Top of DATA EXCERPTS

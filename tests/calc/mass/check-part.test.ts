/**
 * What `checkPart` refuses, field by field: each refusal names the part's field by its path, with
 * its SI unit, so a page can put the message beside that field (calc/mass/part-messages.ts words it).
 */
import { describe, expect, it } from "vitest";
import { CalcInputError } from "../../../calc/core/errors.ts";
import { checkPart, directionOf, type LayoutPart, MAX_NAME_LENGTH, ownInertiaOf, partVolume } from "../../../calc/mass/parts.ts";
import { refusal as thrown } from "../../support/refusal.ts";

const given = { kind: "given", mass: 0.1 } as const;
const part = (shape: object, mass: object = given, extra: object = {}) => ({ name: "p", shape, mass, x: 0, y: 0, z: 0, ...extra }) as unknown as LayoutPart;

/** The refusal `checkPart` throws for a part, as [param, unit, expected]. */
function refusal(p: unknown): [string, string, string] {
  try {
    checkPart(p as LayoutPart);
  } catch (error) {
    if (error instanceof CalcInputError) return [error.param, error.unit, error.expected];
    throw error;
  }
  throw new Error("accepted");
}

describe("checkPart names the field it refuses", () => {
  it.each([
    ["disk", { kind: "disk", radius: -1 }, "radius", "m"],
    ["ring", { kind: "ring", radius: 0 }, "radius", "m"],
    ["annulus inner", { kind: "annulus", innerRadius: -0.01, outerRadius: 0.02 }, "innerRadius", "m"],
    ["annulus outer", { kind: "annulus", innerRadius: 0.01, outerRadius: -0.02 }, "outerRadius", "m"],
    ["annulus order", { kind: "annulus", innerRadius: 0.03, outerRadius: 0.02 }, "innerRadius", "m"],
    ["plate length", { kind: "plate", length: 0, width: 0.02, angle: 0 }, "length", "m"],
    ["plate width", { kind: "plate", length: 0.04, width: 0, angle: 0 }, "width", "m"],
    ["plate angle", { kind: "plate", length: 0.04, width: 0.02, angle: 20 }, "angle", "rad"],
    ["rod length", { kind: "rod", length: -1, angle: 0 }, "length", "m"],
    ["rod angle", { kind: "rod", length: 0.05, angle: Number.NaN }, "angle", "rad"],
    ["cylinder radius", { kind: "cylinder", radius: 0, height: 0.02 }, "radius", "m"],
    ["cylinder height", { kind: "cylinder", radius: 0.02, height: 0 }, "height", "m"],
    ["lying cylinder angle", { kind: "lyingCylinder", radius: 0.01, length: 0.05, angle: 100 }, "angle", "rad"],
    ["custom inertia", { kind: "custom", inertiaZ: -1, productXZ: 0, productYZ: 0 }, "inertiaZ", "kg·m²"],
    ["custom product xz", { kind: "custom", inertiaZ: 1e-4, productXZ: 1e7, productYZ: 0 }, "productXZ", "kg·m²"],
    ["custom product yz", { kind: "custom", inertiaZ: 1e-4, productXZ: 0, productYZ: Number.NaN }, "productYZ", "kg·m²"],
  ])("%s", (_, shape, field, unit) => {
    const [param, got] = refusal(part(shape));
    expect([param, got]).toEqual([`part.shape.${field}`, unit]);
  });

  it("refuses what is not a part, a name too long, and a shape it does not know", () => {
    expect(refusal(null)).toEqual(["part", "", "a part object"]);
    expect(refusal(part({ kind: "point" }, given, { name: "n".repeat(MAX_NAME_LENGTH + 1) }))).toEqual([
      "part.name",
      "",
      `text of at most ${MAX_NAME_LENGTH} characters`,
    ]);
    expect(() => checkPart(part({ kind: "point" }, given, { name: "n".repeat(MAX_NAME_LENGTH) }))).not.toThrow();
    const [param, unit, expected] = refusal(part({ kind: "blob" }));
    expect([param, unit]).toEqual(["part.shape.kind", ""]);
    expect(expected).toMatch(/^one of point, disk, .*custom/);
  });

  it("asks a material part for a known material, a shape with a volume and its thickness", () => {
    const al = (extra: object = {}) => ({ kind: "material", material: "al-6061-t6", ...extra });
    expect(refusal(part({ kind: "disk", radius: 0.05 }, al({ material: "mithril", thickness: 0.003 })))).toEqual([
      "part.mass.material",
      "",
      "a material of the materials table",
    ]);
    expect(refusal(part({ kind: "point" }, al()))).toEqual(["part.mass.kind", "", '"given" for a point part (it has no volume)']);
    expect(refusal(part({ kind: "custom", inertiaZ: 1e-4, productXZ: 0, productYZ: 0 }, al()))).toEqual([
      "part.mass.kind",
      "",
      '"given" for a custom part (it has no volume)',
    ]);
    expect(refusal(part({ kind: "disk", radius: 0.05 }, al()))).toEqual([
      "part.mass.thickness",
      "",
      "a thickness (disk, annulus, plate) or section diameter (ring, rod) greater than 0 m",
    ]);
    // A missing thickness is reported as missing (the parts editor then says "is missing"), not as a number.
    expect(() => checkPart(part({ kind: "disk", radius: 0.05 }, al()))).toThrow(
      'part.mass.thickness must be a thickness (disk, annulus, plate) or section diameter (ring, rod) greater than 0 m (got "missing")',
    );
    expect(refusal(part({ kind: "disk", radius: 0.05 }, al({ thickness: -0.001 })))[0]).toBe("part.mass.thickness");
    // A cylinder's material needs no thickness: its height is in its shape.
    expect(() => checkPart(part({ kind: "cylinder", radius: 0.01, height: 0.02 }, al()))).not.toThrow();
    expect(refusal(part({ kind: "point" }, { kind: "weighed" }))).toEqual(["part.mass.kind", "", '"given" or "material"']);
  });

  it("names the smallest dimension when a material part's volume underflows to nothing", () => {
    const al = { kind: "material", material: "al-6061-t6", thickness: 1e-200 };
    // Equally small: the first in the part's order, its shape before its thickness.
    expect(refusal(part({ kind: "disk", radius: 1e-200 }, al))[0]).toBe("part.shape.radius");
    expect(refusal(part({ kind: "plate", length: 0.05, width: 1e-200, angle: 0 }, al))[0]).toBe("part.shape.width");
    expect(refusal(part({ kind: "plate", length: 0.05, width: 0.05, angle: 0 }, { ...al, thickness: 1e-322 }))).toEqual([
      "part.mass.thickness",
      "m",
      "large enough for the part's volume, and so its mass, to be greater than 0",
    ]);
    expect(refusal(part({ kind: "plate", length: 1e-322, width: 0.05, angle: 0 }, { ...al, thickness: 0.003 }))[0]).toBe("part.shape.length");
  });

  it("gives a volume only for a material part", () => {
    expect(
      partVolume(part({ kind: "plate", length: 0.04, width: 0.02, angle: 0 }, { kind: "material", material: "al-6061-t6", thickness: 0.005 })),
    ).toBeCloseTo(0.04 * 0.02 * 0.005, 15);
    expect(() => partVolume(part({ kind: "point" }))).toThrow('part.mass.kind must be "material" (a given mass has no volume here) (got "given")');
    expect(thrown(() => partVolume(part({ kind: "disk", radius: 0.05 }))).unit).toBe("");
  });
});

describe("the functions behind the layout's mass properties name what they refuse", () => {
  it("a part's own inertia: a negative mass in kg, a bad shape as the part's, an overflow by the mass", () => {
    expect(thrown(() => ownInertiaOf({ kind: "disk", radius: 0.05 }, -1)).message).toBe("m must be 0 kg or more (got -1 kg)");
    expect(thrown(() => ownInertiaOf({ kind: "disk", radius: -0.05 }, 1)).param).toBe("part.shape.radius");
    // ½·m·R² = ½ × 10³⁰⁸ kg × (2 m)² = 2 × 10³⁰⁸ kg·m², past the largest double (1.8 × 10³⁰⁸).
    expect(thrown(() => ownInertiaOf({ kind: "disk", radius: 2 }, 1e308)).message).toBe(
      "m must be small enough for the own inertia to stay finite (got 1e+308 kg)",
    );
  });

  it("a direction: each component of the vector by its name, with no unit (any plan vector)", () => {
    const vx = thrown(() => directionOf(Number.NaN, 1));
    expect([vx.param, vx.unit]).toEqual(["vx", ""]);
    const vy = thrown(() => directionOf(1, Number.POSITIVE_INFINITY));
    expect([vy.param, vy.unit]).toEqual(["vy", ""]);
  });

  it("a direction along +x is 0, never −0, and along −x π, never −π", () => {
    // atan2(−0, 1) = −0 and atan2(−0, −1) = −π (IEEE 754 atan2 of a signed zero).
    expect(Object.is(directionOf(1, -0), 0)).toBe(true);
    expect(directionOf(-1, -0)).toBe(Math.PI);
  });
});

Bottom of DATA EXCERPTS

▶ WHAT TO DO: Each line in the records that carries "thrown" must be copied out.

▶ EXERCISE RESPONSE:
import { refusal as thrown } from "../../support/refusal.ts";
    expect(thrown(() => partVolume(part({ kind: "disk", radius: 0.05 }))).unit).toBe("");
    expect(thrown(() => ownInertiaOf({ kind: "disk", radius: 0.05 }, -1)).message).toBe("m must be 0 kg or more (got -1 kg)");
    expect(thrown(() => ownInertiaOf({ kind: "disk", radius: -0.05 }, 1)).param).toBe("part.shape.radius");
    expect(thrown(() => ownInertiaOf({ kind: "disk", radius: 2 }, 1e308)).message).toBe(
    const vx = thrown(() => directionOf(Number.NaN, 1));
    const vy = thrown(() => directionOf(1, Number.POSITIVE_INFINITY));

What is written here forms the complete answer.